- Dataset
*** Begin section ***
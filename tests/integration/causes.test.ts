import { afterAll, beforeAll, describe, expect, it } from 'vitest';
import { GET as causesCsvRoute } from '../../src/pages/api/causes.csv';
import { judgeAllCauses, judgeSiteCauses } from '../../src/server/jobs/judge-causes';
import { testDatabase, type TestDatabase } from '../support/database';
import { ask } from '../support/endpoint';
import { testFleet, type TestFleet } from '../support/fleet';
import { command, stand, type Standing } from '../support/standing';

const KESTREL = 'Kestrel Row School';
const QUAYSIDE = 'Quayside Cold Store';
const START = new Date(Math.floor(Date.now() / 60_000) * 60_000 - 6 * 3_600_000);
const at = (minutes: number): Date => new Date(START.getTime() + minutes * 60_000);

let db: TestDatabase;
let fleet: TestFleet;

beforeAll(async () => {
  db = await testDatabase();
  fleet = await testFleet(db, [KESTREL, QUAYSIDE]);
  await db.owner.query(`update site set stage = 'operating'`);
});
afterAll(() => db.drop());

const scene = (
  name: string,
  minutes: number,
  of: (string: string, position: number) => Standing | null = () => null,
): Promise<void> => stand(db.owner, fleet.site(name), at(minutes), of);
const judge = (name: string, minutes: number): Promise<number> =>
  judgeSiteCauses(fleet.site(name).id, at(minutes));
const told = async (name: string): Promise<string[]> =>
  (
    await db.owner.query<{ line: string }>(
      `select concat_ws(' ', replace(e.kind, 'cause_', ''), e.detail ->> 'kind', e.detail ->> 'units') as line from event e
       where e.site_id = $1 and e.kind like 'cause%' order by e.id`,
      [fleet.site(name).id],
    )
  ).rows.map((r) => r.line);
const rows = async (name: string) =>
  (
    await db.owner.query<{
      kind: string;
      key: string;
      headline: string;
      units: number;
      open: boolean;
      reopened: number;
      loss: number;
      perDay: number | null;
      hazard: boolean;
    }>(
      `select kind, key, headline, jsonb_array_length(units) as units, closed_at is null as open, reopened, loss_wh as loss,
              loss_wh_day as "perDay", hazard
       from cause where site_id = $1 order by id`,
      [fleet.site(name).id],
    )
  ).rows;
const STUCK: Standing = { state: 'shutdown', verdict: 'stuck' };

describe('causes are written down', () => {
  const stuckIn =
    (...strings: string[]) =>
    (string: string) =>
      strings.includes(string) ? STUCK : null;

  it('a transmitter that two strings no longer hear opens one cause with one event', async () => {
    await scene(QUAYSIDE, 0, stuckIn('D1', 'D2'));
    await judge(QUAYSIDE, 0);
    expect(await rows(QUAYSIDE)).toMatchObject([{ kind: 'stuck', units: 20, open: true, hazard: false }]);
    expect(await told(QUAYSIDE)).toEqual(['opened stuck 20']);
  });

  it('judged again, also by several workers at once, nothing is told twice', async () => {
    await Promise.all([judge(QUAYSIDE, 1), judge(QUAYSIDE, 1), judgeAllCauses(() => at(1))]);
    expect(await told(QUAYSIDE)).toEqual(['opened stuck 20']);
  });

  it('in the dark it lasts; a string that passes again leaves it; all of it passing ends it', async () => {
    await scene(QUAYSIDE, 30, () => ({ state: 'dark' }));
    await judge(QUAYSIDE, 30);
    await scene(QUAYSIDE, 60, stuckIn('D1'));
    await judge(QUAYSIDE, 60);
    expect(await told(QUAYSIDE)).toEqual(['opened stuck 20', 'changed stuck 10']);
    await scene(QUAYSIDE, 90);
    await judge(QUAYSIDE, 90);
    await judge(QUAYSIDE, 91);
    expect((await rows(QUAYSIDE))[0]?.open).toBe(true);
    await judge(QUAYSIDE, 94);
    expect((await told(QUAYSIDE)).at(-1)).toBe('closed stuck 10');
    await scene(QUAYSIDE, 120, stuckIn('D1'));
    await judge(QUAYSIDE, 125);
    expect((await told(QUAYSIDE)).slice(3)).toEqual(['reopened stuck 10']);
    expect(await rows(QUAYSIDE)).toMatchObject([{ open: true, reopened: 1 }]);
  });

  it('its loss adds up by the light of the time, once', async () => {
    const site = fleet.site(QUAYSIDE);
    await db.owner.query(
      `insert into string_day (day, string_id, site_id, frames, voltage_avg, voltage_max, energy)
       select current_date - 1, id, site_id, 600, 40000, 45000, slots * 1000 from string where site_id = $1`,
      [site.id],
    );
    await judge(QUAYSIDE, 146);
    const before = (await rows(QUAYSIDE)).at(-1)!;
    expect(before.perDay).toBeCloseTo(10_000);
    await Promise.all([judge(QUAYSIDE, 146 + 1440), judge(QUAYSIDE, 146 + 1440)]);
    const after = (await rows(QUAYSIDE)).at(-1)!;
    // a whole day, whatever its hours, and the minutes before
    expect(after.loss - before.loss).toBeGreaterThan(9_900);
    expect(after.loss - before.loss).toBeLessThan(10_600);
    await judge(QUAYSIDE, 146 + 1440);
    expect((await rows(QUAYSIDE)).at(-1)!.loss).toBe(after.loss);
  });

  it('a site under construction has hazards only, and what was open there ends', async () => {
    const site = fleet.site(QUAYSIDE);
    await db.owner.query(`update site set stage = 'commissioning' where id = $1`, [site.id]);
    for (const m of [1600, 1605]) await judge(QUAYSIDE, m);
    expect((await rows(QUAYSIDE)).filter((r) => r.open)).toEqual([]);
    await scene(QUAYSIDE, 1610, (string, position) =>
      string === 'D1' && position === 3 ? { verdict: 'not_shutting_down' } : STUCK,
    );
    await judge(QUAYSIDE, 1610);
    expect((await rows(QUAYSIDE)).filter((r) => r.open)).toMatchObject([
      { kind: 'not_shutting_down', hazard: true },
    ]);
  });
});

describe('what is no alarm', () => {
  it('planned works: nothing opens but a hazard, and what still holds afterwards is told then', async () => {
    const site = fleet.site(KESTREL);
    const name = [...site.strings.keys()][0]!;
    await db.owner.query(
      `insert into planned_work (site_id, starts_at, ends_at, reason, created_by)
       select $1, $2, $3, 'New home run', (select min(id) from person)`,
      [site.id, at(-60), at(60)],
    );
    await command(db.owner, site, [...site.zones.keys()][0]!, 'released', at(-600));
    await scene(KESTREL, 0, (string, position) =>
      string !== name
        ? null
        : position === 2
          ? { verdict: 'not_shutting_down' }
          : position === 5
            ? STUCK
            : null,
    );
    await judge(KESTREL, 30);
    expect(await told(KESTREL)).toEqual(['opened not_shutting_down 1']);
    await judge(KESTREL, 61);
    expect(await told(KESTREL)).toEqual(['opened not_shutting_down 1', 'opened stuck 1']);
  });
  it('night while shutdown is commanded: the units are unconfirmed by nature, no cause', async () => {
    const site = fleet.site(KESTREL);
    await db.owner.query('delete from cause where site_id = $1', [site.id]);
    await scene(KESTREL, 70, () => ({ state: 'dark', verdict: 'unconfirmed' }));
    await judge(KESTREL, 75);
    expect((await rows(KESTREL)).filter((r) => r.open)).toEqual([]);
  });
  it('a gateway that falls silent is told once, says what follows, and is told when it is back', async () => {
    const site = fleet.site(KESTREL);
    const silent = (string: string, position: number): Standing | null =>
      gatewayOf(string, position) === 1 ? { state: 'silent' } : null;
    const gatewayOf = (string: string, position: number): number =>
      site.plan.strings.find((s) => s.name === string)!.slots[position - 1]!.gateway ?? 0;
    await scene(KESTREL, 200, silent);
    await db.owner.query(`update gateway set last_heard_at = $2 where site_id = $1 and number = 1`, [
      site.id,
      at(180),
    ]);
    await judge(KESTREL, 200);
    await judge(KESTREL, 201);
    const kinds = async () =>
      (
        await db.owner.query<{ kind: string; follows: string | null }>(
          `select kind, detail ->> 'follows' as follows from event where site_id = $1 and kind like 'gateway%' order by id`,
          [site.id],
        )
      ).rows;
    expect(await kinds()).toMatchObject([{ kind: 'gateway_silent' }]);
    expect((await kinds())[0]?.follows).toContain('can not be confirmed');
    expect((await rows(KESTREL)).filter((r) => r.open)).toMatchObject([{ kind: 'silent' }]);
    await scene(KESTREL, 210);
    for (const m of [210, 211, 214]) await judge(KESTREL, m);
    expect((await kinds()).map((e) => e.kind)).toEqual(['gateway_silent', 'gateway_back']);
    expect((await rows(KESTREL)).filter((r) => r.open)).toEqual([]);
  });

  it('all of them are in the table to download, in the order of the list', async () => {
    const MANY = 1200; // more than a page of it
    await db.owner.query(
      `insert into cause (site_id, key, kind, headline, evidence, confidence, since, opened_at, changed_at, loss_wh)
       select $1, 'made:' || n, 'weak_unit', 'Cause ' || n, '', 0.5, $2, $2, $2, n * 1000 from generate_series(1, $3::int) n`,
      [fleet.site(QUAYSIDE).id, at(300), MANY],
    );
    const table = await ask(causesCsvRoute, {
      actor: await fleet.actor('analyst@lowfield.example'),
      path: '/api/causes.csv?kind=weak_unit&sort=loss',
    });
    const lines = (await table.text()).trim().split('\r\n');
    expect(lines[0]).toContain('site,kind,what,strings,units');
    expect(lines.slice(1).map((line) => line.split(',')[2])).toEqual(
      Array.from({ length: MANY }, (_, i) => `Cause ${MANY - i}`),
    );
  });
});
*** End section ***
- Work task
From the listing above, return every line that carries the string "unconfirmed".

- Answer area
  it('night while shutdown is commanded: the units are unconfirmed by nature, no cause', async () => {
    await scene(KESTREL, 70, () => ({ state: 'dark', verdict: 'unconfirmed' }));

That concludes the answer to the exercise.